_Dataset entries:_

........

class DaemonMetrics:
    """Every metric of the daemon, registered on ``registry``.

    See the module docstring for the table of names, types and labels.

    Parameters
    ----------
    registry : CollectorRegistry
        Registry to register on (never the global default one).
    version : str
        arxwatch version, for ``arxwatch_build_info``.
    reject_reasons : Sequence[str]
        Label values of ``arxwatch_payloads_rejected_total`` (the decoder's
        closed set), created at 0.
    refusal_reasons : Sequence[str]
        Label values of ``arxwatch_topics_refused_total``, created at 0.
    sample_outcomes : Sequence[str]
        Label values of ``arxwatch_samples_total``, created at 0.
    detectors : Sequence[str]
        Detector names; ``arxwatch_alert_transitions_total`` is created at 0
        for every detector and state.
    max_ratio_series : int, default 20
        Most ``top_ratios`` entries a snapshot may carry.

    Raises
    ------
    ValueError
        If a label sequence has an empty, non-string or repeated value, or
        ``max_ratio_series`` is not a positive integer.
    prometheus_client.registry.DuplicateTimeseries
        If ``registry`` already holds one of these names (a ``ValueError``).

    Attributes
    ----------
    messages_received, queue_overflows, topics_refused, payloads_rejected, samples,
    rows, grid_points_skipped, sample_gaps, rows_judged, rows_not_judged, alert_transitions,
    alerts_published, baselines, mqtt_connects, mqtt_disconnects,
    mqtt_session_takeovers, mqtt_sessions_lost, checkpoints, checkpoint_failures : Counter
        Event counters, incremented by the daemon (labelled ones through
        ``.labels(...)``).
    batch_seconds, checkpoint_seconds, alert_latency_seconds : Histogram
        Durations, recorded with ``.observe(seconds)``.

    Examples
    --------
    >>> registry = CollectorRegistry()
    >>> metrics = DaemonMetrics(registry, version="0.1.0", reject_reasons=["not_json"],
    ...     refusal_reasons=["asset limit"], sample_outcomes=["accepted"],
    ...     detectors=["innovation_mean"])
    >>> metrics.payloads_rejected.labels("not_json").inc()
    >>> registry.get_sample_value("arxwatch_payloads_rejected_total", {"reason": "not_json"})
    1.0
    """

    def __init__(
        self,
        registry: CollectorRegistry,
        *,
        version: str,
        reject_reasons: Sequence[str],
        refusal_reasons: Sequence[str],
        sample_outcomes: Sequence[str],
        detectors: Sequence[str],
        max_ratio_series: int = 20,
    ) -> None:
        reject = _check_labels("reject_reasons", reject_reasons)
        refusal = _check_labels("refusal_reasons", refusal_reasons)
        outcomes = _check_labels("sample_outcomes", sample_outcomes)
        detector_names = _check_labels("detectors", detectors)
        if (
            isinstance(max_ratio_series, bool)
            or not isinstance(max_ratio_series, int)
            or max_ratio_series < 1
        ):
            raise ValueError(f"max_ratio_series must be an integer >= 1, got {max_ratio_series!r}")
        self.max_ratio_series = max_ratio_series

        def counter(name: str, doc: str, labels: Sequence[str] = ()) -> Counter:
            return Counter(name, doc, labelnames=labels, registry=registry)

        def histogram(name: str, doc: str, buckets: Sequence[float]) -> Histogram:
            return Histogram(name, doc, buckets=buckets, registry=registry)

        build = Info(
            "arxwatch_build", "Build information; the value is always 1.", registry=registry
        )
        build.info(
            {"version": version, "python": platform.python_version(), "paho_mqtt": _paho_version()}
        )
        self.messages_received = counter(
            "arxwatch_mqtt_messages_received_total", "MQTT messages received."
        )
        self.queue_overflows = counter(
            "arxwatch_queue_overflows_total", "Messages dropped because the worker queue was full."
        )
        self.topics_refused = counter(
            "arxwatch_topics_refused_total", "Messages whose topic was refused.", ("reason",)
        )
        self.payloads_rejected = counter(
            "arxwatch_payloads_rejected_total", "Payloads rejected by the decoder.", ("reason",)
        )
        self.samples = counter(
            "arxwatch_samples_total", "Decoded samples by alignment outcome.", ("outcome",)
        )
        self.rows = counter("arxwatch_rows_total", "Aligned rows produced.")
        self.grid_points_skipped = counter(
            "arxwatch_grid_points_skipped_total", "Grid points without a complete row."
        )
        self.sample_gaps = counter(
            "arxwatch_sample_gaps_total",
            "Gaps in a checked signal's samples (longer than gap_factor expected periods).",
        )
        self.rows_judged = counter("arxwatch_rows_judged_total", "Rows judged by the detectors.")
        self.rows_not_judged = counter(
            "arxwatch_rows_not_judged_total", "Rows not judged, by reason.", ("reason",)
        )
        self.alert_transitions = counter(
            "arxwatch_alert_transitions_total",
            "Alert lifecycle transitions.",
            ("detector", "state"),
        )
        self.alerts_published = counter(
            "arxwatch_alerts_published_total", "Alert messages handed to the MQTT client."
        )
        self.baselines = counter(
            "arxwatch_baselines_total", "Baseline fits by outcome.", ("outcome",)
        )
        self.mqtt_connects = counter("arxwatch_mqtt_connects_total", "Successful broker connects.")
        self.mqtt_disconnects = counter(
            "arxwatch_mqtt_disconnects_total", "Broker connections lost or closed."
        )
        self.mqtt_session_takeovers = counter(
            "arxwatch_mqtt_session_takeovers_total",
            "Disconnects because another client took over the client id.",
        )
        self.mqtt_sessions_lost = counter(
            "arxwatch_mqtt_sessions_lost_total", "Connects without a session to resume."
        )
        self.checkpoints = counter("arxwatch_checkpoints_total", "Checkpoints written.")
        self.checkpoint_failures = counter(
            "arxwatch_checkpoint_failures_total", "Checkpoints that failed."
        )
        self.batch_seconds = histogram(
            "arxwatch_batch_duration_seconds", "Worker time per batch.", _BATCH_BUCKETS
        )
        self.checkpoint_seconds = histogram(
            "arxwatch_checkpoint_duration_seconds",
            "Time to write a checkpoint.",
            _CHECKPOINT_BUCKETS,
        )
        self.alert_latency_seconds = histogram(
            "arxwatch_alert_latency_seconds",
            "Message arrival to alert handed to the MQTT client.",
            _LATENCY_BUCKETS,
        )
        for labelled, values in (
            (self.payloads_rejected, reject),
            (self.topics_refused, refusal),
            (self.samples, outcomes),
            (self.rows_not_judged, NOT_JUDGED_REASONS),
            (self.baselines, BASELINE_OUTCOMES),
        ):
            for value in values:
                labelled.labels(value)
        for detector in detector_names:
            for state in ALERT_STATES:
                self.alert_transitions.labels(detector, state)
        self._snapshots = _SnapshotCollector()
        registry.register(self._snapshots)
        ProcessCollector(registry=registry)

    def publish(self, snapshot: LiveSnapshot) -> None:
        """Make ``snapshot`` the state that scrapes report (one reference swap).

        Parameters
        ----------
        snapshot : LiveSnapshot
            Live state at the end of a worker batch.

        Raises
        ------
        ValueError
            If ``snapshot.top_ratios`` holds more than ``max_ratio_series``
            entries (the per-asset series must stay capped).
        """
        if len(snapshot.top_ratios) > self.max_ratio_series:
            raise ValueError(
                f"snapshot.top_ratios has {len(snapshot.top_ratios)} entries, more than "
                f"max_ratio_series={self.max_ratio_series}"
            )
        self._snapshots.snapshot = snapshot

........

_WORK TO COMPLETE:_ In the answer, every line above should be retyped exactly.

_EXERCISE RESULT:_
class DaemonMetrics:
    """Every metric of the daemon, registered on ``registry``.

    See the module docstring for the table of names, types and labels.

    Parameters
    ----------
    registry : CollectorRegistry
        Registry to register on (never the global default one).
    version : str
        arxwatch version, for ``arxwatch_build_info``.
    reject_reasons : Sequence[str]
        Label values of ``arxwatch_payloads_rejected_total`` (the decoder's
        closed set), created at 0.
    refusal_reasons : Sequence[str]
        Label values of ``arxwatch_topics_refused_total``, created at 0.
    sample_outcomes : Sequence[str]
        Label values of ``arxwatch_samples_total``, created at 0.
    detectors : Sequence[str]
        Detector names; ``arxwatch_alert_transitions_total`` is created at 0
        for every detector and state.
    max_ratio_series : int, default 20
        Most ``top_ratios`` entries a snapshot may carry.

    Raises
    ------
    ValueError
        If a label sequence has an empty, non-string or repeated value, or
        ``max_ratio_series`` is not a positive integer.
    prometheus_client.registry.DuplicateTimeseries
        If ``registry`` already holds one of these names (a ``ValueError``).

    Attributes
    ----------
    messages_received, queue_overflows, topics_refused, payloads_rejected, samples,
    rows, grid_points_skipped, sample_gaps, rows_judged, rows_not_judged, alert_transitions,
    alerts_published, baselines, mqtt_connects, mqtt_disconnects,
    mqtt_session_takeovers, mqtt_sessions_lost, checkpoints, checkpoint_failures : Counter
        Event counters, incremented by the daemon (labelled ones through
        ``.labels(...)``).
    batch_seconds, checkpoint_seconds, alert_latency_seconds : Histogram
        Durations, recorded with ``.observe(seconds)``.

    Examples
    --------
    >>> registry = CollectorRegistry()
    >>> metrics = DaemonMetrics(registry, version="0.1.0", reject_reasons=["not_json"],
    ...     refusal_reasons=["asset limit"], sample_outcomes=["accepted"],
    ...     detectors=["innovation_mean"])
    >>> metrics.payloads_rejected.labels("not_json").inc()
    >>> registry.get_sample_value("arxwatch_payloads_rejected_total", {"reason": "not_json"})
    1.0
    """

    def __init__(
        self,
        registry: CollectorRegistry,
        *,
        version: str,
        reject_reasons: Sequence[str],
        refusal_reasons: Sequence[str],
        sample_outcomes: Sequence[str],
        detectors: Sequence[str],
        max_ratio_series: int = 20,
    ) -> None:
        reject = _check_labels("reject_reasons", reject_reasons)
        refusal = _check_labels("refusal_reasons", refusal_reasons)
        outcomes = _check_labels("sample_outcomes", sample_outcomes)
        detector_names = _check_labels("detectors", detectors)
        if (
            isinstance(max_ratio_series, bool)
            or not isinstance(max_ratio_series, int)
            or max_ratio_series < 1
        ):
            raise ValueError(f"max_ratio_series must be an integer >= 1, got {max_ratio_series!r}")
        self.max_ratio_series = max_ratio_series

        def counter(name: str, doc: str, labels: Sequence[str] = ()) -> Counter:
            return Counter(name, doc, labelnames=labels, registry=registry)

        def histogram(name: str, doc: str, buckets: Sequence[float]) -> Histogram:
            return Histogram(name, doc, buckets=buckets, registry=registry)

        build = Info(
            "arxwatch_build", "Build information; the value is always 1.", registry=registry
        )
        build.info(
            {"version": version, "python": platform.python_version(), "paho_mqtt": _paho_version()}
        )
        self.messages_received = counter(
            "arxwatch_mqtt_messages_received_total", "MQTT messages received."
        )
        self.queue_overflows = counter(
            "arxwatch_queue_overflows_total", "Messages dropped because the worker queue was full."
        )
        self.topics_refused = counter(
            "arxwatch_topics_refused_total", "Messages whose topic was refused.", ("reason",)
        )
        self.payloads_rejected = counter(
            "arxwatch_payloads_rejected_total", "Payloads rejected by the decoder.", ("reason",)
        )
        self.samples = counter(
            "arxwatch_samples_total", "Decoded samples by alignment outcome.", ("outcome",)
        )
        self.rows = counter("arxwatch_rows_total", "Aligned rows produced.")
        self.grid_points_skipped = counter(
            "arxwatch_grid_points_skipped_total", "Grid points without a complete row."
        )
        self.sample_gaps = counter(
            "arxwatch_sample_gaps_total",
            "Gaps in a checked signal's samples (longer than gap_factor expected periods).",
        )
        self.rows_judged = counter("arxwatch_rows_judged_total", "Rows judged by the detectors.")
        self.rows_not_judged = counter(
            "arxwatch_rows_not_judged_total", "Rows not judged, by reason.", ("reason",)
        )
        self.alert_transitions = counter(
            "arxwatch_alert_transitions_total",
            "Alert lifecycle transitions.",
            ("detector", "state"),
        )
        self.alerts_published = counter(
            "arxwatch_alerts_published_total", "Alert messages handed to the MQTT client."
        )
        self.baselines = counter(
            "arxwatch_baselines_total", "Baseline fits by outcome.", ("outcome",)
        )
        self.mqtt_connects = counter("arxwatch_mqtt_connects_total", "Successful broker connects.")
        self.mqtt_disconnects = counter(
            "arxwatch_mqtt_disconnects_total", "Broker connections lost or closed."
        )
        self.mqtt_session_takeovers = counter(
            "arxwatch_mqtt_session_takeovers_total",
            "Disconnects because another client took over the client id.",
        )
        self.mqtt_sessions_lost = counter(
            "arxwatch_mqtt_sessions_lost_total", "Connects without a session to resume."
        )
        self.checkpoints = counter("arxwatch_checkpoints_total", "Checkpoints written.")
        self.checkpoint_failures = counter(
            "arxwatch_checkpoint_failures_total", "Checkpoints that failed."
        )
        self.batch_seconds = histogram(
            "arxwatch_batch_duration_seconds", "Worker time per batch.", _BATCH_BUCKETS
        )
        self.checkpoint_seconds = histogram(
            "arxwatch_checkpoint_duration_seconds",
            "Time to write a checkpoint.",
            _CHECKPOINT_BUCKETS,
        )
        self.alert_latency_seconds = histogram(
            "arxwatch_alert_latency_seconds",
            "Message arrival to alert handed to the MQTT client.",
            _LATENCY_BUCKETS,
        )
        for labelled, values in (
            (self.payloads_rejected, reject),
            (self.topics_refused, refusal),
            (self.samples, outcomes),
            (self.rows_not_judged, NOT_JUDGED_REASONS),
            (self.baselines, BASELINE_OUTCOMES),
        ):
            for value in values:
                labelled.labels(value)
        for detector in detector_names:
            for state in ALERT_STATES:
                self.alert_transitions.labels(detector, state)
        self._snapshots = _SnapshotCollector()
        registry.register(self._snapshots)
        ProcessCollector(registry=registry)

    def publish(self, snapshot: LiveSnapshot) -> None:
        """Make ``snapshot`` the state that scrapes report (one reference swap).

        Parameters
        ----------
        snapshot : LiveSnapshot
            Live state at the end of a worker batch.

        Raises
        ------
        ValueError
            If ``snapshot.top_ratios`` holds more than ``max_ratio_series``
            entries (the per-asset series must stay capped).
        """
        if len(snapshot.top_ratios) > self.max_ratio_series:
            raise ValueError(
                f"snapshot.top_ratios has {len(snapshot.top_ratios)} entries, more than "
                f"max_ratio_series={self.max_ratio_series}"
            )
        self._snapshots.snapshot = snapshot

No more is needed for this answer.